Some users score and rank in the same script; others score on a cluster and compare later. MethodSelector accepts either a list of scored DimReduction objects or a frame of tidy records (MethodSelector.from_records / from_frame) so both flows share the same ranking semantics.

—

6. Interpretation Is Not Preservation Scoring#

Preservation tells you whether an embedding faithfully represents the original data; interpretation tells you which input features appear to drive each embedding axis. These are independent questions:

A PCA embedding can have perfect trustworthiness and a misleading feature interpretation if multiple features are collinear.
A non-linear embedding can be highly informative even with weak Spearman correlations between input features and embedding axes.

The three interpretation backends (“correlation”, “perturbation”, “gradient”) target different reducer classes and computational budgets. See Feature Interpretation.

—

7. Lazy Optional Dependencies#

Heavy libraries (torch, umap-learn, dask, pydmd, ivis…) are imported inside reducer methods, not at package import. import coco_pipe.dim_reduction is safe even if you only have the base scientific Python stack.

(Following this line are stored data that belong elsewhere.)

import type { Permission } from "@/lib/auth/permissions";

/**
 * The signed-in app's sections, in the order a maker's work flows; each shown only to roles that may use it.
 * `costs`: shown only to those who may see costs (lib/auth/costs.ts: the cost roles, or everyone when the owner shares them).
 */
export const navItems: ReadonlyArray<{ href: string; label: string; permission: Permission; demoOnly?: boolean; costs?: boolean }> = [
  { href: "/overview", label: "Overview", permission: "workspace.read" },
  { href: "/ingredients", label: "Ingredients", permission: "ingredients.read" },
  { href: "/suppliers", label: "Suppliers", permission: "ingredients.read" },
  { href: "/prices", label: "Prices", permission: "ingredients.read", costs: true },
  { href: "/recipes", label: "Recipes", permission: "recipes.readReleased" },
  { href: "/lots", label: "Bean lots", permission: "lots.read" },
  { href: "/costing", label: "Costing", permission: "workspace.read", costs: true },
  { href: "/batches", label: "Batches", permission: "batches.read" },
  { href: "/settings/members", label: "Team", permission: "workspace.read" },
  { href: "/settings/mailbox", label: "Mailbox", permission: "members.manage", demoOnly: true },
];
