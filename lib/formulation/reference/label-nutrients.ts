import type { Decimal } from "decimal.js";
import { Dec, HUNDRED } from "../decimal";
import { DEFAULT_INGREDIENTS } from "./ingredients";

/**
 * Complete nutrient profiles for the nutrition declaration of each reference ingredient
 * (DEFAULT_INGREDIENTS), g per 100 g of the ingredient. DEFAULT_INGREDIENTS carries the USDA
 * proximates the composition is derived from; this adds what a label needs besides
 * (saturates, salt) and fills the ingredients that have no USDA entry by a stated derivation.
 * Salt = sodium × 2.5 (Regulation (EU) No 1169/2011 Annex I point 11). Derived figures are
 * rounded half up to 0.01 g, salt to 0.0001 g (the library keeps four decimals).
 */

/** The nutrients a label is computed from, g per 100 g; missing = not known. */
export interface LabelNutrients {
  fat?: string;
  saturates?: string;
  /** USDA carbohydrate by difference, fibre included (the US "total carbohydrate"). */
  carbohydrateByDifference?: string;
  sugars?: string;
  fibre?: string;
  protein?: string;
  salt?: string;
}

export interface LabelNutrientProfile {
  readonly key: string;
  readonly nutrients: LabelNutrients;
  readonly sources: readonly string[];
}

const MEMORY = "from memory — verify";
const COCOA_FAT_SATURATES = new Dec("0.597"); // FDC 171421 (Oil, cocoa butter): 59.7 g saturates per 100 g fat
const MILK_FAT_SATURATES = new Dec("16.742").div("26.71"); // FDC 173454: saturates 16.742 g (from memory) of fat 26.71 g

const r2 = (d: Decimal): string => d.toDecimalPlaces(2, Dec.ROUND_HALF_UP).toFixed();
const saltFromSodiumMg = (mg: Decimal): string => mg.times("2.5").div(1000).toDecimalPlaces(4, Dec.ROUND_HALF_UP).toFixed();

/** g per 100 g of the USDA entry the derivations scale from. */
interface Proximates { fat: string; water: string; protein: string; carbohydrate: string; fibre: string; sugars: string; sodiumMg: string }

// USDA FoodData Central, SR Legacy. Proximates as in REFERENCE.md §3; sodium (and FDC 169593) from memory.
const LIQUOR_167568: Proximates = { fat: "52.31", water: "1.34", protein: "14.32", carbohydrate: "28.35", fibre: "16.6", sugars: "0.91", sodiumMg: "24" };
const COCOA_POWDER_169593: Proximates = { fat: "13.7", water: "3", protein: "19.6", carbohydrate: "57.9", fibre: "37", sugars: "1.75", sodiumMg: "21" };
const SKIM_MILK_POWDER_170877: Proximates = { fat: "0.77", water: "3.16", protein: "36.16", carbohydrate: "51.98", fibre: "0", sugars: "51.98", sodiumMg: "535" };

/**
 * An ingredient without its own USDA entry, from a related one: its non-fat dry part scaled by
 * (100 − fat − water) / (100 − source fat − source water); fat and saturates from its own fat.
 */
function scaleNonFat(source: Proximates, own: { fat: string; water: string }, saturatesPerFat: Decimal): LabelNutrients {
  const dry = (p: { fat: string; water: string }) => HUNDRED.minus(p.fat).minus(p.water);
  const k = dry(own).div(dry(source));
  return {
    fat: own.fat,
    saturates: r2(new Dec(own.fat).times(saturatesPerFat)),
    protein: r2(k.times(source.protein)),
    carbohydrateByDifference: r2(k.times(source.carbohydrate)),
    fibre: r2(k.times(source.fibre)),
    sugars: r2(k.times(source.sugars)),
    salt: saltFromSodiumMg(k.times(source.sodiumMg)),
  };
}

const PROFILES: Record<string, { nutrients: LabelNutrients; sources: string[] }> = {
  "cocoa-nibs": {
    nutrients: scaleNonFat(LIQUOR_167568, { fat: "55", water: "2" }, COCOA_FAT_SATURATES),
    sources: [
      "derived: non-fat dry part of USDA FDC 167568 (Baking chocolate, unsweetened) scaled to 55 % fat, 2 % moisture (common practice, no single source)",
      "saturates: 59.7 % of cocoa fat, USDA FDC 171421 (Oil, cocoa butter)",
      `sodium 24 mg per 100 g of FDC 167568: ${MEMORY}`,
    ],
  },
  "cocoa-liquor": {
    nutrients: { fat: "52.31", saturates: "32.35", carbohydrateByDifference: "28.35", sugars: "0.91", fibre: "16.6", protein: "14.32", salt: saltFromSodiumMg(new Dec(LIQUOR_167568.sodiumMg)) },
    sources: ["USDA FoodData Central FDC 167568 (Baking chocolate, unsweetened, squares)", `saturates 32.351 g and sodium 24 mg: ${MEMORY}`],
  },
  "cocoa-butter": {
    nutrients: { fat: "100", saturates: "59.7", carbohydrateByDifference: "0", sugars: "0", fibre: "0", protein: "0", salt: "0" },
    sources: ["USDA FoodData Central FDC 171421 (Oil, cocoa butter)", `sodium 0 mg: ${MEMORY}`],
  },
  "cocoa-powder-10-12": {
    nutrients: scaleNonFat(COCOA_POWDER_169593, { fat: "11", water: "3" }, COCOA_FAT_SATURATES),
    sources: [`derived: non-fat dry part of USDA FDC 169593 (Cocoa, dry powder, unsweetened; figures ${MEMORY}) scaled to 11 % fat, 3 % moisture`, "saturates: 59.7 % of cocoa fat, USDA FDC 171421"],
  },
  sucrose: {
    nutrients: { fat: "0", saturates: "0", carbohydrateByDifference: "99.98", sugars: "99.91", fibre: "0", protein: "0", salt: saltFromSodiumMg(new Dec(1)) },
    sources: ["USDA FoodData Central FDC 169655 (Sugars, granulated)", `sodium 1 mg: ${MEMORY}`],
  },
  "whole-milk-powder": {
    nutrients: { fat: "26.71", saturates: "16.74", carbohydrateByDifference: "38.42", sugars: "38.42", fibre: "0", protein: "26.32", salt: saltFromSodiumMg(new Dec(371)) },
    sources: ["USDA FoodData Central FDC 173454 (Milk, dry, whole)", `saturates 16.742 g and sodium 371 mg: ${MEMORY}`],
  },
  "skim-milk-powder": {
    nutrients: { fat: "0.77", saturates: "0.5", carbohydrateByDifference: "51.98", sugars: "51.98", fibre: "0", protein: "36.16", salt: saltFromSodiumMg(new Dec(SKIM_MILK_POWDER_170877.sodiumMg)) },
    sources: [`USDA FoodData Central FDC 170877 (Milk, dry, nonfat): protein seen quoted; saturates 0.499 g, sodium 535 mg and the rest ${MEMORY}`],
  },
  "buttermilk-powder": {
    nutrients: scaleNonFat(SKIM_MILK_POWDER_170877, { fat: "5.8", water: "3" }, MILK_FAT_SATURATES),
    sources: [`derived: non-fat dry part of USDA FDC 170877 (Milk, dry, nonfat) scaled to 5.8 % fat, 3 % moisture (${MEMORY})`, "saturates: the share of milk fat in FDC 173454"],
  },
  "soy-lecithin": {
    nutrients: { fat: "100", saturates: "15.01", carbohydrateByDifference: "0", sugars: "0", fibre: "0", protein: "0", salt: "0" },
    sources: ["USDA SR Legacy 04531 (Lecithin, soybean)", `saturates 15.005 g and sodium 0 mg: ${MEMORY}`],
  },
  vanilla: {
    nutrients: {},
    sources: ["no figures: ground vanilla pods have no USDA entry; used at well under 1 %, enter a supplier's figures"],
  },
};

/**
 * The label nutrient profile of every reference ingredient, in DEFAULT_INGREDIENTS order.
 * Vanilla has none (an empty profile: the declaration reports it as missing).
 */
export const LABEL_NUTRIENT_PROFILES: readonly LabelNutrientProfile[] = DEFAULT_INGREDIENTS.map((profile) => ({
  key: profile.key,
  nutrients: PROFILES[profile.key]?.nutrients ?? {},
  sources: PROFILES[profile.key]?.sources ?? [],
}));

/** The label nutrient profile of a reference ingredient key, or undefined. */
export function findLabelNutrients(key: string): LabelNutrientProfile | undefined {
  return LABEL_NUTRIENT_PROFILES.find((p) => p.key === key);
}
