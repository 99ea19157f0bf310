"use client";

import * as Menu from "@radix-ui/react-dropdown-menu";
import Link from "next/link";
import { useTransition } from "react";
import { signOutAction } from "@/app/(app)/actions";
import type { Role } from "@/db/schema";
import { can } from "@/lib/auth/permissions";

export function UserMenu({ name, email, role, workspace }: { name: string; email: string; role: Role; workspace: string }) {
  const [signingOut, startSignOut] = useTransition();
  const initials = name
    .split(/\s+/)
    .map((p) => p[0])
    .join("")
    .slice(0, 2)
    .toUpperCase();
  return (
    <Menu.Root>
      <Menu.Trigger
        aria-label={`Account menu for ${name}`}
        className="flex h-9 w-9 items-center justify-center rounded-full bg-cocoa text-sm font-bold text-cream"
      >
        {initials}
      </Menu.Trigger>
      <Menu.Portal>
        <Menu.Content align="end" sideOffset={6} className="z-50 w-64 rounded-lg border border-sand bg-white p-1 shadow-card">
          <div className="px-3 py-2">
            <p className="font-semibold">{name}</p>
            <p className="text-sm text-cocoa-500">{email}</p>
            <p className="mt-2 text-sm" data-testid="account-menu-workspace">
              {workspace}
            </p>
            <p className="text-xs uppercase tracking-wide text-pod-dark">{role}</p>
          </div>
          <Menu.Separator className="my-1 h-px bg-sand" />
          <Menu.Item asChild>
            <Link href="/settings/account" className="block rounded-md px-3 py-2 text-sm outline-none data-[highlighted]:bg-cream-deep">
              Your account
            </Link>
          </Menu.Item>
          {/* Kept out of the section bar, which is full once the workspace menu shows. */}
          {can(role, "workspace.export") ? (
            <Menu.Item asChild>
              <Link href="/settings/workspace" className="block rounded-md px-3 py-2 text-sm outline-none data-[highlighted]:bg-cream-deep">
                Workspace: backup and move
              </Link>
            </Menu.Item>
          ) : null}
          <Menu.Item
            disabled={signingOut}
            onSelect={() => startSignOut(() => signOutAction())}
            className="cursor-pointer rounded-md px-3 py-2 text-sm outline-none data-[highlighted]:bg-cream-deep"
          >
            {signingOut ? "Signing out…" : "Sign out"}
          </Menu.Item>
        </Menu.Content>
      </Menu.Portal>
    </Menu.Root>
  );
}
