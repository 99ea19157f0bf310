import { Wordmark } from "@/components/brand/wordmark";
import type { Viewer } from "@/lib/auth/current";
import { NavLinks } from "./nav-links";
import { UserMenu } from "./user-menu";

export function AppHeader({ viewer }: { viewer: Viewer }) {
  return (
    <header className="border-b border-sand bg-white/70 backdrop-blur">
      <div className="mx-auto flex max-w-page items-center gap-8 px-gutter py-3">
        <Wordmark href="/overview" />
        <NavLinks />
        <div className="ml-auto flex items-center gap-4">
          <span className="hidden text-sm text-cocoa-500 md:inline" data-testid="workspace-name">
            {viewer.workspace.name}
          </span>
          <UserMenu name={viewer.user.name} email={viewer.user.email} role={viewer.role} />
        </div>
      </div>
    </header>
  );
}
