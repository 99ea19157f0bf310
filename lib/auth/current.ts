import "server-only";
import { redirect } from "next/navigation";
import { cache } from "react";
import type { Role } from "@/db/schema";
import { getMembership, listMembershipsForUser } from "@/lib/data/memberships";
import { orUnavailablePage } from "@/lib/unavailable";
import { getCurrentSession, sessionIdFromCookie } from "./session";
import { authSettings } from "./settings";
import { recentViewer, rememberViewer } from "./viewer-cache";

export type Viewer = {
  user: { id: string; email: string; name: string };
  workspace: { id: string; name: string };
  role: Role;
};

/**
 * The signed-in user in their active workspace (from the session, never from
 * the request), or null. Falls back to the first workspace they belong to.
 */
export const getViewer = cache(async (): Promise<Viewer | null> => (await checkViewer())?.viewer ?? null);

/**
 * For route handlers and server actions (lib/auth/authorize.ts): the same
 * viewer, but taken from this process's short cache when the session was
 * checked within the last few seconds (lib/auth/viewer-cache.ts says what that
 * trades). Cached per request too.
 */
export const getRecentViewer = cache(async (): Promise<Viewer | null> => {
  const sessionId = await sessionIdFromCookie();
  if (!sessionId) return null;
  const hit = recentViewer(sessionId);
  if (hit) return hit;
  const checked = await checkViewer();
  if (!checked) return null;
  rememberViewer(checked.sessionId, checked.viewer, checked.validUntil);
  return checked.viewer;
});

const checkViewer = cache(async (): Promise<{ viewer: Viewer; sessionId: string; validUntil: number } | null> => {
  const { user, session } = await getCurrentSession();
  if (!user || !session) return null;
  let membership = session.activeWorkspaceId
    ? await getMembership({ userId: user.id, workspaceId: session.activeWorkspaceId })
    : null;
  if (!membership) membership = (await listMembershipsForUser({ userId: user.id }))[0] ?? null;
  if (!membership) return null;
  const viewer: Viewer = {
    user: { id: user.id, email: user.email, name: user.name },
    workspace: { id: membership.workspaceId, name: membership.workspaceName },
    role: membership.role,
  };
  // The session ends at its idle expiry or its absolute lifetime, whichever is first.
  const validUntil = Math.min(session.expiresAt.getTime(), session.createdAt.getTime() + authSettings.absoluteLifetimeMinutes * 60_000);
  return { viewer, sessionId: session.id, validUntil };
});

/**
 * For pages: the viewer or null, and when the database cannot be reached a
 * redirect to the 503 page (lib/unavailable.ts) instead of an error page.
 */
export async function getPageViewer(): Promise<Viewer | null> {
  return orUnavailablePage(() => getViewer());
}

/** For pages of the signed-in app: the viewer, or a redirect to sign-in. */
export async function requireViewer(): Promise<Viewer> {
  const viewer = await getPageViewer();
  if (!viewer) redirect("/sign-in");
  return viewer;
}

See Optional Dependencies for which extras unlock which methods.

—

8. Reducer Capability Contracts#

Every reducer exposes a capabilities dict that the manager and the evaluator inspect. Common flags include:

is_linear — whether components are linear projections of inputs.
has_components — whether component loadings can be extracted via DimReduction.get_components().
has_loss_history — whether training loss is available for plotting.
input_ndim / input_layout — expected input shape, used to validate inputs early.

Custom reducers declare their own capabilities by overriding the property; see Custom Reducers.